Same is the case with stock market where you determine the prices to rise or fall and take your decision accordingly. But is it as easy as predicting a cricket game? Well, the clear answer is a no but the stock market continue to provide various products through which it becomes fairly helpful to hedge or mitigate the risk of investments. Such products are the derivative products and one popular example are the future and options derivatives.
What are Derivatives and How Future and Options linked with it?
Suppose you have a key to a locker which holds 10,000 rupees. Will you be willing to pay the same amount to buy the key or a few pennies less? Definitely yes, because you derive the same amount from the locker. Here, the key words as a derivative. Derivatives are basically the securities who have no value of their own and whose value is derived from an underlying asset.
The underlying instruments could include bonds, commodities, market indexes and stocks. The derivatives take place through the organised exchange as well as over the counter but we won’t dive into the markets and understand what exactly the future and options linked with.
Future and Options are most popular derivatives which are traded on the exchange market. Let us break down the two:
Future: A future stock option allows you to purchase and sale a stock at a pre-determined price for delivery on a later date. Assume that a company F (whose stock is listed on F&O segment) will release results of stock price on Friday. You (as a buyer) expects the price to rise from Rs. 50 to Rs. 60 and therefore, buys a future contract on F at Rs. 50. The company release the results and the price rise and thus, you gain profit of Rs. 10 on each share. On the other hand, you might also suffer a loss if the price falls.

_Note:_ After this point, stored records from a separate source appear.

3. **Stratification.** For each attribute of ``stratify``, in the listed order, and each
   of its values, in sorted order, the groups carrying the value form a *stratum* (the
   untagged regime is a stratum too, so a sheet without tags still gets a train and a
   test group). A stratum of >= 2 groups must hold >= 1 ``train`` and >= 1 ``test``
   group, pins included. Call a stratum *stratifiable* when it has >= 2 groups and
   ``n_unpinned >= [no group pinned to train] + [no group pinned to test]`` (counted in
   groups); only then can it be made valid. The strata are processed one after the
   other, starting from pins and hash rule; for a stratifiable stratum:

   * no ``train`` group: the unpinned group with the smallest ``u`` (nearest the train
     interval [0, c_train)) moves to ``train``;
   * no ``test`` group: the unpinned group with the largest ``u`` (nearest the test
     interval [c_val, 1]) moves to ``test``;

   ties in ``u`` are broken by the group id (order of the key ``(u, group)``), and a
   candidate is skipped when the move would take away the only train (test) group of
   this stratum or of an earlier stratifiable stratum; the next candidate in the same
   order is tried. Moved groups' cases get reason ``"stratified"`` (a group moved back
   to its hash split by a later stratum is ``"hash"`` again). A stratum that is not
   stratifiable gets no move of its own (no partial corrections) and one message; a
   stratifiable stratum for which every candidate of a missing split is skipped gets one
   message per such split. The messages come in processing order, in the second return
   value of :func:`assign_splits` (the caller logs them); a one-group stratum is always
   reported.

   *One stratification attribute whose values each group carries one of* (the default
   ``stratify: [regime]`` with groups of one regime): strata are disjoint, no candidate
   is ever skipped, and every stratifiable stratum ends with a train and a test group
   after at most one move per missing split, which is the minimum. Proof: moves in one
   stratum do not touch another; if the smallest-``u`` unpinned group were the only
   test group, every unpinned group would be test and there would be exactly one, with
   no test pin, so the stratum would not be stratifiable (mirror argument for the
   largest ``u``); when both splits are missing there are >= 2 unpinned groups, so the
   two chosen groups differ.

   *Several attributes, or groups carrying several values of one attribute:* each
   stratum is handled as above, but a move can be refused because it would empty an
   earlier stratum, and then the stratum is reported, not corrected. Only single moves
   are tried, never exchanges, so a report does not prove that no valid assignment
   exists; pinning a group settles it. Combinations of attributes (e.g. cumulus over
   land) are not stratified and not promised to reach both splits.

Stability when cases are added
------------------------------
Let ``S`` be a case set and ``S'`` the set after adding cases with new ids, each in a new
group or joining an existing group unpinned and with values that group already carries
(existing cases unchanged: same id, group, regime, attributes and pin; same rule), so
every existing group keeps its pin and its values. The result does not depend on the
input order. The statements below hold for one stratification attribute whose values
each group carries one of (e.g. the default ``[regime]``); they are the case rules with
"case" read as "group". With several attributes the strata interact through the
skipped candidates and only pins and the hash rule (rules 1 and 2) are stable.

G1. If a group's stratum is stratifiable in ``S``, its split in ``S'`` is either its
    split in ``S`` or its hash split. Hence pinned and hash-assigned groups of such
    strata never move. A stratified group leaves its corrected split X only back to its
    hash split, and only when in ``S'`` a new group of its stratum is in X (a new group
    pinned or hashed to X, so the correction is no longer needed, or a new unpinned group
    with a smaller ``u`` for X = train, larger for X = test, which takes the correction
    over). A stratifiable stratum therefore never loses its train or test group.
    Proof: the pinned and hashed groups of the stratum in ``S'`` are a superset of those
    in ``S``, so a split present in ``S`` stays present and ``S'`` needs a correction
    only where ``S`` needed one; stratifiability only improves; the minimum (maximum)
    over a superset is the old one or a new element.

G2. A hash-assigned group can move only if its stratum was *not* stratifiable in ``S``
    (a single group, or too few unpinned groups for the pins) and in ``S'`` it is
    stratifiable and pins plus hash rule leave it without train or test; then the group
    moves exactly when it is the smallest-``u`` (or largest-``u``) unpinned group. No
    rule that depends only on the case set can avoid this: if groups ``a`` and ``b`` of
    one regime both hash to train, the set ``{a, b}`` must send one of them to test, so
    one of the histories ``{a} + b`` and ``{b} + a`` moves a group that was
    hash-assigned. (A lone group hashed to validation must move as soon as a second
    group joins its regime, whatever rule is used.)

Changing the seed, the fractions, the ``stratify`` list or an existing case's group,
regime, attributes or pin is not covered: it defines a new split.
"""

from __future__ import annotations

import hashlib
import math
import os
import uuid
from collections.abc import Iterable, Mapping, Sequence
from dataclasses import dataclass, field
from numbers import Integral, Real
from pathlib import Path
from types import MappingProxyType
from typing import Any, Literal, get_args

from lesprep.errors import ConfigError, InputError
from lesprep.layout import SPLITS  # split names, in the order of the cumulative hash intervals
from lesprep.sets.strata import REQUIRED, Stratum, stratify

_Reason = Literal["pinned", "hash", "stratified"]
_REASONS: tuple[str, ...] = get_args(_Reason)
_TSV_COLUMNS: tuple[str, ...] = ("case", "group", "regime", "split", "reason", "u")
_FRACTION_TOLERANCE = 1e-9  # largest accepted |sum(fractions) - 1|


def _bad_char(text: str) -> str | None:
    """First ASCII control character (incl. tab, newline, NUL, DEL) in ``text``, if any."""
    for char in text:
        if ord(char) < 32 or ord(char) == 127:
            return char
    return None


def _check_label(value: Any, *, what: str, case: str | None, allow_empty: bool) -> None:
    if not isinstance(value, str):
        raise ConfigError(
            f"{what} is {value!r} of type {type(value).__name__}; expected a string",
            case=case,
        )
    if not value and not allow_empty:
        raise ConfigError(f"{what} is empty; expected a non-empty string", case=case)
    bad = _bad_char(value)
    if bad is not None:
        raise ConfigError(
            f"{what} {value!r} contains the control character {bad!r}; expected printable text",
            case=case,
            hint="case ids, group ids, regime tags and attributes must not contain tabs, "
            "newlines or NUL",
        )


@dataclass(frozen=True, kw_only=True)
class CaseInfo:
    """One case as the splitter sees it.

    Attributes
    ----------
    case
        Case id: non-empty, no ASCII control characters (tab, newline, NUL ...).
    regime
        Regime tag for stratification; ``""`` means untagged (the untagged cases form
        one stratum).
    pinned
        A split the case (and with it its group) must go to, or None to let the rule
        decide.
    group
        Group id; ``""`` (the default) resolves to the case id: the case is its own group.
    attributes
        Attribute name to value (e.g. ``{"surface": "ocean"}``), stored read-only; the
        name ``"regime"`` is reserved for :attr:`regime`.
    """

    case: str
    regime: str = ""
    pinned: str | None = None
    group: str = ""
    attributes: Mapping[str, str] = field(default_factory=dict)

    def __post_init__(self) -> None:
        _check_label(self.case, what="case id", case=None, allow_empty=False)
        _check_label(self.regime, what="regime tag", case=self.case, allow_empty=True)
        _check_label(self.group, what="group id", case=self.case, allow_empty=True)
        if self.pinned is not None and self.pinned not in SPLITS:
            raise ConfigError(
                f"pinned split {self.pinned!r} is not a split name; expected one of {SPLITS}",
                case=self.case,
            )
        if not isinstance(self.attributes, Mapping):
            raise ConfigError(
                f"attributes are {self.attributes!r}; expected a mapping of name to value",
                case=self.case,
            )
        for name, value in self.attributes.items():
            _check_label(name, what="attribute name", case=self.case, allow_empty=False)
            if name == "regime":
                raise ConfigError(
                    "attribute name 'regime' is reserved for the regime tag",
                    case=self.case,
                    hint="give the regime as CaseInfo.regime",
                )
            _check_label(
                value, what=f"value of attribute {name!r}", case=self.case, allow_empty=True
            )
        object.__setattr__(self, "group", self.group or self.case)
        object.__setattr__(self, "attributes", MappingProxyType(dict(self.attributes)))

    def __hash__(self) -> int:  # the read-only mapping itself is not hashable
        items = tuple(sorted(self.attributes.items()))
        return hash((self.case, self.regime, self.pinned, self.group, items))

    def value_of(self, attribute: str) -> str:
        """The case's value of a stratification attribute (``"regime"``: the regime tag).

        Raises
        ------
        ConfigError
            The case has no such attribute.
        """
        if attribute == "regime":
            return self.regime
        if attribute not in self.attributes:
            raise ConfigError(
                f"has no attribute {attribute!r}, which the split rule stratifies by; "
                f"its attributes: {sorted(self.attributes)}",
                case=self.case,
                hint="declare the attribute column in case_attributes and fill it, or "
                "remove it from splits.stratify",
            )
        return self.attributes[attribute]


def _check_stratify(stratify: Any) -> tuple[str, ...]:
    """Validate the list of stratification attributes and return it as a tuple."""
    if isinstance(stratify, str) or not isinstance(stratify, Sequence):
        raise ConfigError(
            f"stratify is {stratify!r}; expected a list of attribute names such as "
            "['regime', 'surface']"
        )
    out = tuple(stratify)
    for name in out:
        if not isinstance(name, str) or not name or _bad_char(name) is not None:
            raise ConfigError(
                f"stratify entry {name!r} is not an attribute name; expected a non-empty "
                "string such as 'regime'"
            )
    repeated = sorted({name for name in out if out.count(name) > 1})
    if repeated:
        raise ConfigError(f"stratify lists {repeated} more than once; expected each name once")
    return out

Options:The stock option gives a right to an investor, and not the obligation, to buy or sell a stock agreed upon the price. Primarily, there lies two types of options: put and call. The call option gives the right to the buyer to buy the underlying asset at a predetermined price known as the strike price. Having a call option gives you the right to demand the sale of the asset from the seller while seller only has the obligation. The buyer though has to pay a premium price to the seller for the same. In the other case of put option, the holder has the right to sell an asset, at a specified price by a specified date to the writer of the put.

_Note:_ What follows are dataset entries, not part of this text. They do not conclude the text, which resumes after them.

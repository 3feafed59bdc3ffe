"""Train/validation/test splits by whole case, stable under adding cases.

A parameterization must be tested on simulations it never saw, so lesprep splits by
case, never by sample: every sample of a case goes to the split of its case.

Rule
----
The splits are, in this fixed order, ``train``, ``validation`` and ``test``. A rule
(:class:`SplitRule`) holds target fractions and a seed. ``train`` and ``test`` need a
fraction > 0; ``validation`` is optional (fraction 0 or absent: no validation split).
The fractions must be >= 0 and sum to 1 within 1e-9.

1. **Pins.** A case pinned to a split keeps it (reason ``"pinned"``).

2. **Hash rule.** Every case gets a stable uniform number

   ``u = int.from_bytes(sha256(f"{seed}\\0{case}".encode("utf-8")).digest()[:8], "big") / 2**64``

   i.e. the first 8 bytes of the SHA-256 digest (FIPS 180-4) of the seed's text, a NUL
   byte and the case id, read as a big-endian unsigned integer and divided by 2**64 with
   Python's correctly rounded float64 division. The seed enters as its text, so ``7`` and
   ``"7"`` are the same seed. Case ids hold no NUL, so distinct (seed, case) pairs hash
   distinct strings. ``u`` lies in [0, 1]; it rounds to exactly 1.0 only when the integer
   is >= 2**64 - 2**10 (probability 2**-54). With the float64 bounds
   ``c_train = f_train`` and ``c_val = f_train + f_validation``, an unpinned case goes to

   * ``train`` if ``u < c_train``,
   * ``validation`` if ``c_train <= u < c_val``,
   * ``test`` otherwise, so ``test`` absorbs the <= 1e-9 slack of the fractions

   (reason ``"hash"``). ``u`` is a pure function of (seed, case id): the hash split of a
   case never depends on the other cases. ``u`` is computed and recorded for pinned cases
   too.

3. **Stratification by regime.** The cases of each regime tag form a group; the empty tag
   is one group too (the untagged cases), so a sheet without tags still gets at least one
   train and one test case. A group of >= 2 cases must hold >= 1 ``train`` and >= 1
   ``test`` case, pins included (a pinned test case satisfies the test requirement). Call
   a group *stratifiable* when it has >= 2 cases and at least as many unpinned cases as
   it has missing pinned splits, ``n_unpinned >= [no case pinned to train] + [no case
   pinned to test]``; only then can it be made valid. For a stratifiable group, after
   pins and the hash rule:

   * no ``train`` case: the unpinned case with the smallest ``u`` (the one nearest the
     train interval [0, c_train)) moves to ``train``;
   * no ``test`` case: the unpinned case with the largest ``u`` (nearest the test
     interval [c_val, 1]) moves to ``test``.

   Ties in ``u`` are broken by the case id (order of the key ``(u, case)``). Moved cases
   get reason ``"stratified"``. At most one case moves per missing split, so the number
   of moves is the minimum. A move never takes away the other required split: if the
   smallest-``u`` unpinned case were the only test case, every unpinned case would be
   test and there would be exactly one, with no test pin, and the group would not be
   stratifiable (mirror argument for the largest ``u``); when both splits are missing
   there are >= 2 unpinned cases, so the two chosen cases differ. A group that is not
   stratifiable is left as pins and hash rule made it (no partial corrections) and
   reported: one message per such group, sorted by regime, in the second return value
   of :func:`assign_splits` (the caller logs them). A one-case group is always reported.

Stability when cases are added
------------------------------
Let ``S`` be a case set and ``S'`` the set after adding cases with new ids (existing
cases unchanged: same id, regime and pin; same rule). Groups never interact, and the
result does not depend on the input order.

G1. If a case's group is stratifiable in ``S``, its split in ``S'`` is either its split in
    ``S`` or its hash split. Hence pinned and hash-assigned cases of such groups never
    move. A stratified case leaves its corrected split X only back to its hash split,
    and only when in ``S'`` a new case of its group is in X (a new case pinned or hashed
    to X, so the correction is no longer needed, or a new unpinned case with a smaller
    ``u`` for X = train, larger for X = test, which takes the correction over). A
    stratifiable group therefore never loses its train or test case.
    Proof: the pinned and hashed cases of the group in ``S'`` are a superset of those
    in ``S``, so a split present in ``S`` stays present and ``S'`` needs a correction
    only where ``S`` needed one; stratifiability only improves; the minimum (maximum)
    over a superset is the old one or a new element.

G2. A hash-assigned case can move only if its group was *not* stratifiable in ``S``
    (a single case, or too few unpinned cases for the pins) and in ``S'`` it is
    stratifiable and pins plus hash rule leave it without train or test; then the case
    moves exactly when it is the smallest-``u`` (or largest-``u``) unpinned case. No
    rule that depends only on the case set can avoid this: if cases ``a`` and ``b`` of
    one regime both hash to train, the set ``{a, b}`` must send one of them to test, so
    one of the histories ``{a} + b`` and ``{b} + a`` moves a case that was
    hash-assigned. (A lone case hashed to validation must move as soon as any second
    case joins its regime, whatever rule is used.)

Changing the seed, the fractions or an existing case's regime or pin is not covered: it
defines a new split.
"""

from __future__ import annotations

import hashlib
import math
import os
import uuid
from collections.abc import Iterable, Mapping, Sequence
from dataclasses import dataclass
from numbers import Integral, Real
from pathlib import Path
from types import MappingProxyType
from typing import Any, Literal, get_args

Easy & safe steps to trade in F & O
Future and Options seems fascinating but the confusion lies as to how to trade in this market, so here are a few quickies to help you through:
Step 1: Buy the Equity Share
The first step to have an account with the stock broker in the F & O segment, assuming that you already have an account. One can visit the website of NSE or BSE to check for available future contracts for indexes as well as securities. You can individually check through a discount broker or hire a full service broker to recommend you the best trade. It’s a calculated gamble after all. Some important fields to know here are:
• Exchange segment = NFO (NSE F & O Segment)

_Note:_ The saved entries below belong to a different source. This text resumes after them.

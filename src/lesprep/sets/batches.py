"""Minibatches of a set store as dicts of numpy arrays: the batch reader.

:class:`BatchReader` reads a training store (:mod:`lesprep.sets.assemble`) in read units
aligned to its storage (:mod:`lesprep.sets.batchplan`), shuffles units per epoch and
samples within a buffer of units, applies the train normalization
(:mod:`lesprep.sets.standardize`) and, on request, one symmetry of the square per sample
(:mod:`lesprep.sets.symmetry`). Filters and scene labels are decided before the first
read (:mod:`lesprep.sets.selection`). A background thread reads and assembles the next
batches while the consumer works; an error there is raised in the consumer.

Each batch is a dict: every chosen feature ``(n,)``, patch variable ``(n, py, px)`` and
the target ``(n,)`` (float, normalized unless asked otherwise), ``sample`` (the store
index of each sample, int64), the requested coordinates (``case`` and other labels as
``str`` objects, ``time z y x`` as float64), ``scene_label`` (int64) when a regimes table
is joined, and ``symmetry`` (int8, the element of D4 applied) when augmenting.

The reader's position (epoch, batches delivered in it) is a small dict
(:meth:`BatchReader.save_state`) that resumes a run mid-epoch with exactly the batches
that were not yet delivered. See ``docs/reader.md`` for use with a framework's data
loader.
"""

from __future__ import annotations

import copy
import functools
import os
import queue
import re
import threading
import warnings
from collections.abc import Callable, Iterator, Mapping, Sequence
from concurrent.futures import ThreadPoolExecutor
from pathlib import Path
from typing import Any

import numpy as np
import zarr
from numpy.typing import NDArray
from zarr.core.buffer import default_buffer_prototype

from lesprep.errors import ConfigError
from lesprep.sets import batchplan as plan
from lesprep.sets import selection, symmetry
from lesprep.sets.assemble import COORDS, LABELS, label_values
from lesprep.sets.standardize import Statistics, read_statistics

Batch = dict[str, NDArray]
STATE_FORMAT = 1
_DIRECTIONAL = re.compile(r"(^|_)[uv](_|$)")
_BLOCK = 1 << 22  # samples per block of the up-front reads
_PROTOTYPE = default_buffer_prototype()
BLOCK_BATCHES = 16
"""Batches gathered together by one pass over the arrays (Python work per batch is then a
few slices), and handed from the reading thread to the consumer as one item."""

• Inst Name (Instrument Name) = FUTIDX (Future Index)
• Symbol = NIFT
• Expiry = Date
Step 2: Hold Equity Future
The equity future contact stays with you till the time you sell it or it expire on the predefined expiry date. Each day, you receive a future and option day bill along with few statements (including margin statement), client ledger, etc. from the broker.
Step 3: Sell Equity Future
When you see and analyse the perfect opportunity to make the sell before the predetermined date, you sell your stake.
How to trade well?
Remember the times when you had to buy a chocolate but didn’t know that it will result to food poisoning and bought it. The future and option could result in the same way if you do not take precautions to tread slowly and cautiously before investing. Here are you tricks to keep in mind:
• It is essential to know your risk appetite, as to how much you can lose than earn.
• Emotions and discipline play on you, don’t let them panic you while the situation is uncomfortable, that panic might result into a loss, so make sure you analyse it properly with the help of stock screener.
• You have no control over future events, so you can’t be over confident of your decisions.
• One doesn’t need to pay additional brokerage while you carry forward a position.
• Squaring off is compulsory on the date of the expiry .
Conclusion
It is fair to say that being a risky market than the normal trading, future and options comes with its huge margin of profits if traded well. But be sure to have the right financial advice before you invest in a hurried manner in any luck of profit. Be the lion to trade and take the jump only when required, being in a herd won’t fulfil your motives.
Focus on your trade management, trade structure and use this derivative as a hedge more than the trade. These are the basic advices but if you want to swim this ocean, you must keep reading and consulting to be aware of the market situation to trade and fare well in this race of trading.